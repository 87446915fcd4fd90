/**
 * Best approximation by exchange (Remez 1934; several points at a time after Veidinger 1960; both cited from memory).
 * The error of a first polynomial is taken with all its digits; what is left of it is then levelled in doubles, in a Chebyshev basis, so that
 * nothing cancels. Nothing here is a proof: the certified error of the result is computed elsewhere.
 */
import type { Budget } from '../outcome.ts';
import { type Fixed, magnitude, toFixed } from './fixed.ts';
import { type Grid, inUnit, largestError, powerOf, type Residual, residualOf } from './grid.ts';

export interface ExchangeProblem {
  readonly grid: Grid;
  /** Exponents of the basis, ascending with one stride. */
  readonly powers: readonly number[];
}

export interface ExchangeResult {
  /** Coefficients of the basis, fixed point. */
  readonly coefficients: readonly Fixed[];
  readonly residual: Residual;
  /** Levelled weighted error: a lower bound of the best error on the grid up to rounding (de la Vallée Poussin). */
  readonly levelled: number;
  /** Largest weighted error, in the residual's unit: an estimate of the error of the result. */
  readonly largest: number;
}

const MAX_ROUNDS = 40;

/** Levelled best approximation; null where the exchange does not settle (basis degenerate on the interval). */
export function exchange({ grid, powers }: ExchangeProblem, budget: Budget): ExchangeResult | null {
  budget.check();
  const start = interpolation(grid, powers);
  return start && level(grid, powers, start, residualOf(grid, start, powers), budget);
}

/** Improves coefficients whose residual is known already. */
export function level(grid: Grid, powers: readonly number[], start: readonly Fixed[], residual: Residual, budget: Budget): ExchangeResult | null {
  const basis = chebyshevBasis(grid, powers);
  if (!basis) return null;
  const found = levelInDoubles(grid, basis, residual, budget);
  if (!found) return null;
  const step = monomials(basis, found.coefficients, residual, grid.bits);
  const coefficients = start.map((c, k) => c + (step[k] ?? 0n));
  const rest: Residual = { exponent: residual.exponent, values: residual.values.map((r, i) => r - valueAt(basis, found.coefficients, i)) };
  return { coefficients, residual: rest, levelled: found.levelled, largest: largestError(rest, grid) };
}

/** The polynomial through Chebyshev-like points of the grid, in fixed point; null where the matrix is singular to working precision. */
function interpolation(grid: Grid, powers: readonly number[]): Fixed[] | null {
  const { bits, points, target } = grid;
  const n = powers.length;
  const shift = BigInt(bits);
  const matrix = Array.from({ length: n }, (_, i) => {
    const at = Math.round(((2 * i + 1) * (points.length - 1)) / (2 * n));
    const x = points[at] ?? 0n;
    const row: Fixed[] = [];
    let [value, reached] = [1n << shift, 0];
    for (const k of powers) {
      for (; reached < k; reached += 1) value = (value * x) >> shift;
      row.push(value);
    }
    row.push(target[at] ?? 0n);
    return row;
  });
  return solveFixed(matrix, bits);
}

/** Gaussian elimination with row pivoting in fixed point, the right side as last column; null where a pivot vanishes. */
export function solveFixed(matrix: Fixed[][], bits: number): Fixed[] | null {
  const n = matrix.length;
  const shift = BigInt(bits);
  const entry = (r: number, c: number): Fixed => matrix[r]?.[c] ?? 0n;
  for (let column = 0; column < n; column += 1) {
    let pivot = column;
    for (let r = column + 1; r < n; r += 1) if (magnitude(entry(r, column)) > magnitude(entry(pivot, column))) pivot = r;
    const [top, other] = [matrix[pivot], matrix[column]];
    if (!top || !other) return null;
    matrix[column] = top;
    matrix[pivot] = other;
    const lead = top[column] ?? 0n;
    if (magnitude(lead) < 16n) return null;
    for (let r = column + 1; r < n; r += 1) {
      const row = matrix[r];
      if (!row) return null;
      const factor = ((row[column] ?? 0n) << shift) / lead;
      if (factor === 0n) continue;
      for (let j = column; j <= n; j += 1) row[j] = (row[j] ?? 0n) - ((factor * (top[j] ?? 0n)) >> shift);
    }
  }
  const x = new Array<Fixed>(n).fill(0n);
  for (let r = n - 1; r >= 0; r -= 1) {
    let rest = entry(r, n) << shift;
    for (let j = r + 1; j < n; j += 1) rest -= entry(r, j) * (x[j] ?? 0n);
    x[r] = rest / entry(r, r);
  }
  return x;
}

/** x^first T_j(scale x^stride + shift) on the grid, j = 0..count-1. */
interface Basis {
  readonly first: number;
  readonly stride: number;
  readonly count: number;
  readonly scale: number;
  readonly shift: number;
  /** rows[i][j]. */
  readonly rows: readonly Float64Array[];
}

function chebyshevBasis(grid: Grid, powers: readonly number[]): Basis | null {
  const [first = 0, second = first + 1] = powers;
  const stride = second - first;
  if (!powers.every((p, k) => p === first + k * stride)) return null;
  const arguments_ = Array.from(grid.x, (x) => powerOf(x, stride));
  const [low, high] = [Math.min(...arguments_), Math.max(...arguments_)];
  const scale = 2 / (high - low);
  const shift = -(high + low) / (high - low);
  const count = powers.length;
  const rows = arguments_.map((v, i) => {
    const row = new Float64Array(count);
    const t = scale * v + shift;
    const front = powerOf(grid.x[i] ?? 0, first);
    let [before, here] = [front * t, front];
    for (let j = 0; j < count; j += 1) {
      row[j] = here;
      [before, here] = [here, 2 * t * here - before];
    }
    return row;
  });
  return { first, stride, count, scale, shift, rows };
}

function valueAt({ rows }: Basis, coefficients: Float64Array, i: number): number {
  const row = rows[i];
  let sum = 0;
  if (row) for (let j = 0; j < coefficients.length; j += 1) sum += (row[j] ?? 0) * (coefficients[j] ?? 0);
  return sum;
}

/** The combination of basis polynomials as coefficients of the powers, fixed point. */
function monomials({ count, scale, shift }: Basis, combination: Float64Array, unit: Residual, bits: number): Fixed[] {
  const places = BigInt(bits);
  const [a, b] = [toFixed(inUnit(scale, { ...unit, exponent: 0 }), bits), toFixed(inUnit(shift, { ...unit, exponent: 0 }), bits)];
  const one = 1n << places;
  const times = (p: readonly Fixed[]): Fixed[] => Array.from({ length: p.length + 1 }, (_, k) => (a * (p[k - 1] ?? 0n) + b * (p[k] ?? 0n)) >> places);
  let [before, here]: [Fixed[], Fixed[]] = [[], [one]];
  const sum = new Array<Fixed>(count).fill(0n);
  for (let j = 0; j < count; j += 1) {
    const c = toFixed(inUnit(combination[j] ?? 0, unit), bits);
    for (let k = 0; k < here.length; k += 1) sum[k] = (sum[k] ?? 0n) + ((c * (here[k] ?? 0n)) >> places);
    const up = times(here);
    const next = j === 0 ? up : up.map((c2, k) => 2n * c2 - (before[k] ?? 0n));
    [before, here] = [here, next];
  }
  return sum;
}

interface Levelled {
  readonly coefficients: Float64Array;
  readonly levelled: number;
}

function levelInDoubles(grid: Grid, basis: Basis, { values }: Residual, budget: Budget): Levelled | null {
  const size = values.length;
  const unknowns = basis.count + 1;
  if (unknowns > size) return null;
  const { weight } = grid;
  if (values.every((r) => r === 0)) return { coefficients: new Float64Array(basis.count), levelled: 0 };
  let reference = Array.from({ length: unknowns }, (_, k) => Math.round((k * (size - 1)) / (unknowns - 1)));
  // With a weight that is zero at an end, that end cannot belong to a reference.
  reference = reference.map((i, k) => (k === 0 && weight[i] === 0 ? i + 1 : i));
  let best: { readonly found: Levelled; readonly largest: number } | null = null;
  for (let round = 0; round < MAX_ROUNDS; round += 1) {
    budget.check();
    const solution = solveDoubles(reference.map((i, k) => {
      const w = weight[i] ?? 0;
      const row = new Float64Array(unknowns + 1);
      for (let j = 0; j < basis.count; j += 1) row[j] = w * (basis.rows[i]?.[j] ?? 0);
      row[unknowns - 1] = k % 2 === 0 ? 1 : -1;
      row[unknowns] = w * (values[i] ?? 0);
      return row;
    }));
    if (!solution) return best?.found ?? null;
    const found: Levelled = { coefficients: solution.subarray(0, basis.count), levelled: Math.abs(solution[unknowns - 1] ?? 0) };
    const errors = Float64Array.from(values, (r, i) => (weight[i] ?? 0) * (r - valueAt(basis, found.coefficients, i)));
    const largest = errors.reduce((most, e) => Math.max(most, Math.abs(e)), 0);
    if (!best || largest < best.largest) best = { found, largest };
    if (largest <= found.levelled * (1 + 1e-7)) return found;
    const next = alternation(errors, unknowns) ?? oneExchanged(reference, errors, round);
    if (next.every((i, k) => i === reference[k])) return best.found;
    reference = next;
  }
  return best?.found ?? null;
}

/** Extremal points with alternating signs, `count` of them, the largest kept; null where there are fewer. */
export function alternation(errors: Float64Array, count: number): number[] | null {
  const runs: number[] = [];
  for (let i = 0; i < errors.length; i += 1) {
    const e = errors[i] ?? 0;
    if (e === 0) continue;
    const last = runs.at(-1);
    const here = last === undefined ? 0 : (errors[last] ?? 0);
    if (last === undefined || e > 0 !== here > 0) runs.push(i);
    else if (Math.abs(e) > Math.abs(here)) runs[runs.length - 1] = i;
  }
  const size = (k: number): number => Math.abs(errors[runs[k] ?? 0] ?? 0);
  while (runs.length > count) {
    if (runs.length === count + 1) {
      if (size(0) < size(runs.length - 1)) runs.shift();
      else runs.pop();
      continue;
    }
    // The smallest goes with a neighbour, so that signs keep alternating; at an end it goes alone.
    let least = 0;
    for (let k = 1; k < runs.length; k += 1) if (size(k) < size(least)) least = k;
    if (least === 0) runs.shift();
    else if (least === runs.length - 1) runs.pop();
    else runs.splice(size(least - 1) < size(least + 1) ? least - 1 : least, 2);
  }
  return runs.length === count ? runs : null;
}

/** Puts the largest error in the place of its nearest reference point: a way out of a levelled error of zero. */
function oneExchanged(reference: readonly number[], errors: Float64Array, round: number): number[] {
  let worst = 0;
  for (let i = 1; i < errors.length; i += 1) if (Math.abs(errors[i] ?? 0) > Math.abs(errors[worst] ?? 0)) worst = i;
  const nearest = reference.reduce((best, i, k) => (Math.abs(i - worst) < Math.abs((reference[best] ?? 0) - worst) ? k : best), 0);
  const moved = reference.map((i, k) => (k === nearest ? worst : i));
  // Also shift the others a little, differently in each round, to leave a symmetric reference.
  return moved.map((i, k) => {
    const free = Math.min((moved[k + 1] ?? errors.length) - i, i - (moved[k - 1] ?? -1)) - 1;
    return k === nearest ? i : i + Math.min(Math.max(0, free), (round * 3 + k) % 3);
  });
}

/** Gaussian elimination with row pivoting; null where a pivot vanishes. */
function solveDoubles(matrix: Float64Array[]): Float64Array | null {
  const n = matrix.length;
  const entry = (r: number, c: number): number => matrix[r]?.[c] ?? 0;
  for (let column = 0; column < n; column += 1) {
    let pivot = column;
    for (let r = column + 1; r < n; r += 1) if (Math.abs(entry(r, column)) > Math.abs(entry(pivot, column))) pivot = r;
    const [top, other] = [matrix[pivot], matrix[column]];
    if (!top || !other || !(Math.abs(top[column] ?? 0) > 1e-300)) return null;
    matrix[column] = top;
    matrix[pivot] = other;
    for (let r = column + 1; r < n; r += 1) {
      const row = matrix[r];
      if (!row) return null;
      const factor = (row[column] ?? 0) / (top[column] ?? 1);
      if (factor === 0) continue;
      for (let j = column; j <= n; j += 1) row[j] = (row[j] ?? 0) - factor * (top[j] ?? 0);
    }
  }
  const x = new Float64Array(n);
  for (let r = n - 1; r >= 0; r -= 1) {
    let rest = entry(r, n);
    for (let j = r + 1; j < n; j += 1) rest -= entry(r, j) * (x[j] ?? 0);
    x[r] = rest / entry(r, r);
  }
  return x.every(Number.isFinite) ? x : null;
}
= = = = = = =
■ **Instructions to follow**: Lines containing the word "Gaussian" in the entries above should be counted, and only that number given.

■ **Solution**: 2